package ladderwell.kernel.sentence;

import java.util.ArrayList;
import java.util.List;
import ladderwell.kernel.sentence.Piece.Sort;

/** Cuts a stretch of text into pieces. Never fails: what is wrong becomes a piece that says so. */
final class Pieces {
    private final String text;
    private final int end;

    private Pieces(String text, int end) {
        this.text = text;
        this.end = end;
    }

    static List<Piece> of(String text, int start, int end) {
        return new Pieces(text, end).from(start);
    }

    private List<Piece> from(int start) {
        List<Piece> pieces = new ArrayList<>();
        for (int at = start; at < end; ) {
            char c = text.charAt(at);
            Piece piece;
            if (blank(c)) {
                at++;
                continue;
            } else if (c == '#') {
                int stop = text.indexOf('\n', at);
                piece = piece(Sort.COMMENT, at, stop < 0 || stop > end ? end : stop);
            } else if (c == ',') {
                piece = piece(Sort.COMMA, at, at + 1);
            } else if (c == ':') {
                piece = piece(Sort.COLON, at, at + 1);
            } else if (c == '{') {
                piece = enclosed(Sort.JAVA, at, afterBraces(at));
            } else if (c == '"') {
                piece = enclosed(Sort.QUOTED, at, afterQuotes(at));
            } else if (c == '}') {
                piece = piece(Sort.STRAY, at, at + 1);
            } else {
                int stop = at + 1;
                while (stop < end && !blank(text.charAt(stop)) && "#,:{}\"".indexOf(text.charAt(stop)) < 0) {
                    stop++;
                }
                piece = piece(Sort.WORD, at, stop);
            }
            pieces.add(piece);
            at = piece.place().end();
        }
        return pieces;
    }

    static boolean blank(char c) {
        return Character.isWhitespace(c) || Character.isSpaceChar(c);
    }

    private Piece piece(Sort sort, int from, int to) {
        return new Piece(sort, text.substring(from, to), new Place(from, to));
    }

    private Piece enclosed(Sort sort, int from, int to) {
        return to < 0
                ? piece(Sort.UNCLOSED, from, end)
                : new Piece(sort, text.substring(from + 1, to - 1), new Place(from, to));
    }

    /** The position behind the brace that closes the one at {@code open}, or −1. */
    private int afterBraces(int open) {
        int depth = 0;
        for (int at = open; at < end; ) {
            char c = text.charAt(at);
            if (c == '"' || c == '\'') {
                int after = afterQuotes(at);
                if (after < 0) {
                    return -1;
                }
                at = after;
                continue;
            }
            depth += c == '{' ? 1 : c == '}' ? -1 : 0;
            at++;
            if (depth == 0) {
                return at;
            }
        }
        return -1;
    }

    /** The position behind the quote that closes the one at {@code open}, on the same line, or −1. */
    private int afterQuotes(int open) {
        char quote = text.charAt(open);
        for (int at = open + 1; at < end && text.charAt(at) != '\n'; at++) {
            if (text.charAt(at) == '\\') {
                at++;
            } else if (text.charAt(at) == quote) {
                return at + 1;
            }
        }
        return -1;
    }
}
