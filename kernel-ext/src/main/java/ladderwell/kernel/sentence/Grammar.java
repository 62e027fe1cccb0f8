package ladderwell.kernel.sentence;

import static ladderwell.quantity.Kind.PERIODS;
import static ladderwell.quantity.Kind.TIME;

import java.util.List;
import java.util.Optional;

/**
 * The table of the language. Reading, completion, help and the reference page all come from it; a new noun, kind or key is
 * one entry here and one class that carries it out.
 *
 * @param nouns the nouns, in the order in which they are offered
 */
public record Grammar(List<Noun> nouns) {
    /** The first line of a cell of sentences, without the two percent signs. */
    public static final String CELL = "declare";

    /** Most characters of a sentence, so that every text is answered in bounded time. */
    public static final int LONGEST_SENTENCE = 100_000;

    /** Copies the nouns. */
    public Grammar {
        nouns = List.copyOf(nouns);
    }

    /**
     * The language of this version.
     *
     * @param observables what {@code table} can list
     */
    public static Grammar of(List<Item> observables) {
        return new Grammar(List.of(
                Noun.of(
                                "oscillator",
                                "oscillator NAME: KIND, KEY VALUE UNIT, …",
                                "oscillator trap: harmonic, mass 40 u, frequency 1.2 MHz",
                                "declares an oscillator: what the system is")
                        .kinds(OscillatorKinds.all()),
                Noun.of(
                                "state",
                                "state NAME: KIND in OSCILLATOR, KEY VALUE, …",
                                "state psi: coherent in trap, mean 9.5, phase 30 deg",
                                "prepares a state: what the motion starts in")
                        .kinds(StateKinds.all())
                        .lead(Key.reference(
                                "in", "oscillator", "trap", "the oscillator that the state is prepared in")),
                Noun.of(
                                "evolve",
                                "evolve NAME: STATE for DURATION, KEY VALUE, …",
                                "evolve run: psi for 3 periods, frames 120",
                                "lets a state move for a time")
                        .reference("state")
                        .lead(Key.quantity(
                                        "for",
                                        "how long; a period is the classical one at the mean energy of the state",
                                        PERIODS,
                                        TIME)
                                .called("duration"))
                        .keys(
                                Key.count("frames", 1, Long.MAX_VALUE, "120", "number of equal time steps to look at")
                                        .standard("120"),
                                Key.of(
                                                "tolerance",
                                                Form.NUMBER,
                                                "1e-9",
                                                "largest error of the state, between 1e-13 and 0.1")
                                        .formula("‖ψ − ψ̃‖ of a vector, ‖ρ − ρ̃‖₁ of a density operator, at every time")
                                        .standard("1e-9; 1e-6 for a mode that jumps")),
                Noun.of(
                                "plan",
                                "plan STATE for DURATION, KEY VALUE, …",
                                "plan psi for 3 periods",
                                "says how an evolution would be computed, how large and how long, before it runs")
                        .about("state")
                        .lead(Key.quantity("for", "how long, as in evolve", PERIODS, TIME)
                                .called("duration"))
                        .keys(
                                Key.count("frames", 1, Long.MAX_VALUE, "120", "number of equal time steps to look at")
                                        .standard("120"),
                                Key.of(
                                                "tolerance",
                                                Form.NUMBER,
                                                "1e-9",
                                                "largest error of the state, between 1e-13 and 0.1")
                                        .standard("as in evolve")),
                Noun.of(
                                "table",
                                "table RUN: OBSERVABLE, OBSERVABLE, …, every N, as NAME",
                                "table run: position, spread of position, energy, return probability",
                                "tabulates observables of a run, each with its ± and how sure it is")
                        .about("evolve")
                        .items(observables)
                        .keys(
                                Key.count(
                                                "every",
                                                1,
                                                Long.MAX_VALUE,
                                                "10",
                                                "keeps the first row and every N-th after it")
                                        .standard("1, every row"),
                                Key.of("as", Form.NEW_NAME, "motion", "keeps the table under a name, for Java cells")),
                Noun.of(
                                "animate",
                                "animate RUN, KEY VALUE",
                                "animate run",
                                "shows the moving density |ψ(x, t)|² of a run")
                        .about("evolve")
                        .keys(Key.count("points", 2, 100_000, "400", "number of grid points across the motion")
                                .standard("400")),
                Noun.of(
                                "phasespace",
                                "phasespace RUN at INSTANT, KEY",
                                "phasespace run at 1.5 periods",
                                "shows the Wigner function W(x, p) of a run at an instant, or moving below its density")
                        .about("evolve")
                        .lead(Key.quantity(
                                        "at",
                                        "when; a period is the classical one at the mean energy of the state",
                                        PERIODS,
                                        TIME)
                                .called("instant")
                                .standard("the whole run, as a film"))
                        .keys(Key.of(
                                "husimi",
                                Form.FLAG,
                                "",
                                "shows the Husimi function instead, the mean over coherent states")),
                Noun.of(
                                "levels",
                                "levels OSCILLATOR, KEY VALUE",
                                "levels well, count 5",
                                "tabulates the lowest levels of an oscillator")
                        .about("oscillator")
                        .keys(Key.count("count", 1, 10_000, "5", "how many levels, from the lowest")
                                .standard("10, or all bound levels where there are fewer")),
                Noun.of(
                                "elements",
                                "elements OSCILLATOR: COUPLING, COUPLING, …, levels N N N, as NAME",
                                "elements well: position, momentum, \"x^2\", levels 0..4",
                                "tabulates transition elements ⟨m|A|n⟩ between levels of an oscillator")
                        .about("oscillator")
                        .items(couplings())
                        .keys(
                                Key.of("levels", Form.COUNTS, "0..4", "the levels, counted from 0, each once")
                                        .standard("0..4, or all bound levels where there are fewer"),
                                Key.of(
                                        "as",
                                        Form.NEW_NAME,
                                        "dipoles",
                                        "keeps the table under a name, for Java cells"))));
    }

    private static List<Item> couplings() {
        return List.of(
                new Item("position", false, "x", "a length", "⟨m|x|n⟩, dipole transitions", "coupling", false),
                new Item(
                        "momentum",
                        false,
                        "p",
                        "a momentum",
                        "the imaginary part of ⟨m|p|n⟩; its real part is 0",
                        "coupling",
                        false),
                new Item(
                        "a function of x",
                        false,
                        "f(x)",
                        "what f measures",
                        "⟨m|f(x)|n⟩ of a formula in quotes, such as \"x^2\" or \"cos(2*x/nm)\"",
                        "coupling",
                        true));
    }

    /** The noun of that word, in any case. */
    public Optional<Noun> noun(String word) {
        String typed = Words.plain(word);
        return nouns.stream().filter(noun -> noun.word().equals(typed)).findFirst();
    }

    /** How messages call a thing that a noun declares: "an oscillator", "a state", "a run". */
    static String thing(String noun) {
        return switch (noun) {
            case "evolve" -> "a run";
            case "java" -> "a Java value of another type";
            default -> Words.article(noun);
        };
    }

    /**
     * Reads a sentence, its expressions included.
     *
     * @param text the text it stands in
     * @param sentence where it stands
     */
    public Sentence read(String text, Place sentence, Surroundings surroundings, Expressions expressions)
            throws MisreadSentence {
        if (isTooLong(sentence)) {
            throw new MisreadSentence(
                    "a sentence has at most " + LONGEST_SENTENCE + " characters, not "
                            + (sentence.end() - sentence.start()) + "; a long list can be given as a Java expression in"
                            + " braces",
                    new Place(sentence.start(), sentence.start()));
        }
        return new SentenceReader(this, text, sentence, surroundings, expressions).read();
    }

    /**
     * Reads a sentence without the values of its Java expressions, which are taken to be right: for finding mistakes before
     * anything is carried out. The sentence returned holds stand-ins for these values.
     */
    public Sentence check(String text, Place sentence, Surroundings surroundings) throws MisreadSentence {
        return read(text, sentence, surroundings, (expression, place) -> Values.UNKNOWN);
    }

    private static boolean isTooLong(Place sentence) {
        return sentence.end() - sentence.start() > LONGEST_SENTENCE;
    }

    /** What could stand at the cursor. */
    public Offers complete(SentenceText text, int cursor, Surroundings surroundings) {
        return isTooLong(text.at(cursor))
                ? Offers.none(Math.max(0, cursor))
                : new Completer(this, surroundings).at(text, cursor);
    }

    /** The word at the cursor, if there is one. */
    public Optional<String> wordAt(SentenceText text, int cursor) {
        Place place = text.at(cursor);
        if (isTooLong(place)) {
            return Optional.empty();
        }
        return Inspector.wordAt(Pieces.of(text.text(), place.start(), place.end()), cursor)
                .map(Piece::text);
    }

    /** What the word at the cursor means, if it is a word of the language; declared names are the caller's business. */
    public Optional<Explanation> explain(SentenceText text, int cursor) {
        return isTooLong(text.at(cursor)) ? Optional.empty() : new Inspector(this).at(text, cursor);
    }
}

WHAT NEEDS TO BE DONE>
Looking at the data above, return every line from the one with "for (int at = open +" down to the one with "kind or key is", exactly and inclusively.

WRITTEN ANSWER>
        for (int at = open + 1; at < end && text.charAt(at) != '\n'; at++) {
            if (text.charAt(at) == '\\') {
                at++;
            } else if (text.charAt(at) == quote) {
                return at + 1;
            }
        }
        return -1;
    }
}
filename kernel-ext/src/main/java/ladderwell/kernel/sentence/Grammar.java
repository 62e027fe1cccb0f8
package ladderwell.kernel.sentence;

import static ladderwell.quantity.Kind.PERIODS;
import static ladderwell.quantity.Kind.TIME;

import java.util.List;
import java.util.Optional;

/**
 * The table of the language. Reading, completion, help and the reference page all come from it; a new noun, kind or key is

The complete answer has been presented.